● **WORK INSTRUCTION**
Set down exactly the lines below, starting at the one that contains "is checked in" and ending at the one that contains "and 5.3.3). */", with both of those lines included and nothing else.

Start of Block

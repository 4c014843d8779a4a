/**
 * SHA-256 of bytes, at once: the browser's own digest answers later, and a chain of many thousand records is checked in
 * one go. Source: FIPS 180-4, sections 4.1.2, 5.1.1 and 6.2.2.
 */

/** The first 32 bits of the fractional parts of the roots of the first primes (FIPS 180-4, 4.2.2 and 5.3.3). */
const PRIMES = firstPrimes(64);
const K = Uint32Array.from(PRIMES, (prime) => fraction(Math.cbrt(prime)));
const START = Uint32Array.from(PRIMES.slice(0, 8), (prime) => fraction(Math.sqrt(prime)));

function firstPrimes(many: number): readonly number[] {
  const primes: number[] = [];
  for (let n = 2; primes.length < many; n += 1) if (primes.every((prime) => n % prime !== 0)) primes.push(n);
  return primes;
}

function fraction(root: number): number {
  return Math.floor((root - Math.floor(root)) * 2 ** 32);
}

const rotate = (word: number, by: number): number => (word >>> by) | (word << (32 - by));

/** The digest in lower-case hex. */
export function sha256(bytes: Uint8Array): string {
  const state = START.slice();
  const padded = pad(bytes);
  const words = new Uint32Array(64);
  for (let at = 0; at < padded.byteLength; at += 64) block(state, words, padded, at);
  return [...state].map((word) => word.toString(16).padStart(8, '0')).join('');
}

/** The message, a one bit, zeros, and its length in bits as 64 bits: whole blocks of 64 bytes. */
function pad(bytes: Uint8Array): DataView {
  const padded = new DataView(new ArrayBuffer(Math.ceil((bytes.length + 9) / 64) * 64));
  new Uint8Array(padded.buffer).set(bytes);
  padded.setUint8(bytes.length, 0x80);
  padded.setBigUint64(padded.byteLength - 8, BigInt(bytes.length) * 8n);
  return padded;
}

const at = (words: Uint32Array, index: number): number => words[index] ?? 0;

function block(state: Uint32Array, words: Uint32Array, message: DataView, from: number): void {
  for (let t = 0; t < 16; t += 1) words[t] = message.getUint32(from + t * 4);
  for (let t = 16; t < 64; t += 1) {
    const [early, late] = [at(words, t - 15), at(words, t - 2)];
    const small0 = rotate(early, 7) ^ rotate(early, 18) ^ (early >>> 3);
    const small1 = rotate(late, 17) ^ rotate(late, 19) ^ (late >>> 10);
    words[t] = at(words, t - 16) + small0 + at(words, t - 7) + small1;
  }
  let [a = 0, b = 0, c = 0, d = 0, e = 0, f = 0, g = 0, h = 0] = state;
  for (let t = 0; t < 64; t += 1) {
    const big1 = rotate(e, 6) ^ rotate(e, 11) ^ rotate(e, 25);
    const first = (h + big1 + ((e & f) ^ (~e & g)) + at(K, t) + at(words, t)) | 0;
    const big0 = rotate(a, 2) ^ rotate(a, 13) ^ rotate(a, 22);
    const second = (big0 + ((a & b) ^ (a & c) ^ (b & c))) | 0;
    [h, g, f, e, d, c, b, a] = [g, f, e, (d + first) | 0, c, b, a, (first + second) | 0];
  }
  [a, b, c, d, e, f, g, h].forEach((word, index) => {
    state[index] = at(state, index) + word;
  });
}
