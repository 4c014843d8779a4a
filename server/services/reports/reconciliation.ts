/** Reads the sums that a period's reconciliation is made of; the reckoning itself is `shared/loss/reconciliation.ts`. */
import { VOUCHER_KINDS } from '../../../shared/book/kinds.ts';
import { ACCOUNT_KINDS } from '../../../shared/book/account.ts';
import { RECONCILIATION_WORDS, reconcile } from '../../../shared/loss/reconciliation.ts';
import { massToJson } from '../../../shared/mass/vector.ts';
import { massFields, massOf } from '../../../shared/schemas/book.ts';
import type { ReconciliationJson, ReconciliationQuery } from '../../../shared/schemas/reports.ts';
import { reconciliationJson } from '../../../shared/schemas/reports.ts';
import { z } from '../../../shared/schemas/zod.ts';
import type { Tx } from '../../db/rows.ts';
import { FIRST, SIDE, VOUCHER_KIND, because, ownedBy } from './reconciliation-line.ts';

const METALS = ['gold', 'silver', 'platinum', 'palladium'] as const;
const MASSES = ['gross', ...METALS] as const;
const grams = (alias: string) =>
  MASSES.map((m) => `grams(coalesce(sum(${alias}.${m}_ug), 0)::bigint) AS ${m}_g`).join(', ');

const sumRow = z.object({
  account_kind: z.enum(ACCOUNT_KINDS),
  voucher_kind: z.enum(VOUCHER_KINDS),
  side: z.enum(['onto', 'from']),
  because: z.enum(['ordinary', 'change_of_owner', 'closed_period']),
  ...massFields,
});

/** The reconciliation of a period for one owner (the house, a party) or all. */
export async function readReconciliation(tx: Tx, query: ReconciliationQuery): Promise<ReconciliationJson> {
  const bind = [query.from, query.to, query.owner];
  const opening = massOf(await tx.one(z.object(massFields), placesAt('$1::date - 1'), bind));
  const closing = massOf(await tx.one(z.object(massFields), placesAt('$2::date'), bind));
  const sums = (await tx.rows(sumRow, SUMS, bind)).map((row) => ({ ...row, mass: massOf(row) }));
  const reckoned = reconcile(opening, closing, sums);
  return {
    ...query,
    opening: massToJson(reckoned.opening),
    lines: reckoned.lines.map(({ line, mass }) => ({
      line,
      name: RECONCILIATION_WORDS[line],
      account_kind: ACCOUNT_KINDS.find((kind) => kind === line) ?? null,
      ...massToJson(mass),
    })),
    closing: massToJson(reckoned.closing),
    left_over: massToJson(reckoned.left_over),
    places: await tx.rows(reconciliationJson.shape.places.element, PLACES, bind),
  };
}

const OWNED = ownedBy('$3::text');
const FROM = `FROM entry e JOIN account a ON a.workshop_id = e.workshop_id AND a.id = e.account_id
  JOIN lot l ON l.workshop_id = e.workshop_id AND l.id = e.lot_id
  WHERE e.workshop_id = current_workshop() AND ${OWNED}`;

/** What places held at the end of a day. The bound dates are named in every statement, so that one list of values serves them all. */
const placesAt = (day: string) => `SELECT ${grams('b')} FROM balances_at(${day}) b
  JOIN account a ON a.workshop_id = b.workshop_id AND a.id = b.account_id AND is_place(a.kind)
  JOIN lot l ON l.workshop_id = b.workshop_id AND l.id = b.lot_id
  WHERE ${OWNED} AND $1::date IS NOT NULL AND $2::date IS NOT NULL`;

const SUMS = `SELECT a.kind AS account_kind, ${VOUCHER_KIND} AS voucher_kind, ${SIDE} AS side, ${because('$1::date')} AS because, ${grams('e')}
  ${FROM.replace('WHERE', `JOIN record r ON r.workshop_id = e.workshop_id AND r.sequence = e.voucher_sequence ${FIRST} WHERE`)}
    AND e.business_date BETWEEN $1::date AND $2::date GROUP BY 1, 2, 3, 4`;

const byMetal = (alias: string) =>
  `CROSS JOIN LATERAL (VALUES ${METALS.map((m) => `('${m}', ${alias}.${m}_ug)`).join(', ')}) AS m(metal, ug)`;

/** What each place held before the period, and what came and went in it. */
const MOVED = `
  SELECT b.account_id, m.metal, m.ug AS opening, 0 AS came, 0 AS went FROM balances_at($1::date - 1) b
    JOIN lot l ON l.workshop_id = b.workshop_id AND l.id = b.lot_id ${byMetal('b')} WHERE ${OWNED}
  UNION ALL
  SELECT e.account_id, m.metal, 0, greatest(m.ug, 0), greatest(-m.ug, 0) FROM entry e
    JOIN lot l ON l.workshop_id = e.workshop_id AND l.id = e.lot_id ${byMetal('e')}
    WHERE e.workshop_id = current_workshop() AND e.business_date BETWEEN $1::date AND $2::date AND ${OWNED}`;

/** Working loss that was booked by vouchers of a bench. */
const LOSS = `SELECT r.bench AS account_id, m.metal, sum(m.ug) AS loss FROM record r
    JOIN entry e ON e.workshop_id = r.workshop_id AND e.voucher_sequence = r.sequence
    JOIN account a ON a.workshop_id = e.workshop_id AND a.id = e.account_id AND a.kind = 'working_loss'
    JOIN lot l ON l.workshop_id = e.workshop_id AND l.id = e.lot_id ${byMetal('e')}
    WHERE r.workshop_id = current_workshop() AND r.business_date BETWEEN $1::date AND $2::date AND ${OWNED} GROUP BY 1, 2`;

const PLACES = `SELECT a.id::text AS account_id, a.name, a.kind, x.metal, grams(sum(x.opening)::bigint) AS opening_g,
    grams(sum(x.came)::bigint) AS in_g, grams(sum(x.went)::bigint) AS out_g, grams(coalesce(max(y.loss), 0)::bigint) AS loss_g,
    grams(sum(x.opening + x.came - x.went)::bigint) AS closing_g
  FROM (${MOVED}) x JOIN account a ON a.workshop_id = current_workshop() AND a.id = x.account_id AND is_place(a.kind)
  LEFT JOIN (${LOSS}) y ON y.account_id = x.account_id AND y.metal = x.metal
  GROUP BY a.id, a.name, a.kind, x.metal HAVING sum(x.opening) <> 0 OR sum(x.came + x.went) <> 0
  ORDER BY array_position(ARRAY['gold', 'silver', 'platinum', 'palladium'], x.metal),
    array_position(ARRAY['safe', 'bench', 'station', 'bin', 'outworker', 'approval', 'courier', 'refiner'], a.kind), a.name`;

End of Block

● **REPLY TO THE TASK**
 * SHA-256 of bytes, at once: the browser's own digest answers later, and a chain of many thousand records is checked in
 * one go. Source: FIPS 180-4, sections 4.1.2, 5.1.1 and 6.2.2.
 */

/** The first 32 bits of the fractional parts of the roots of the first primes (FIPS 180-4, 4.2.2 and 5.3.3). */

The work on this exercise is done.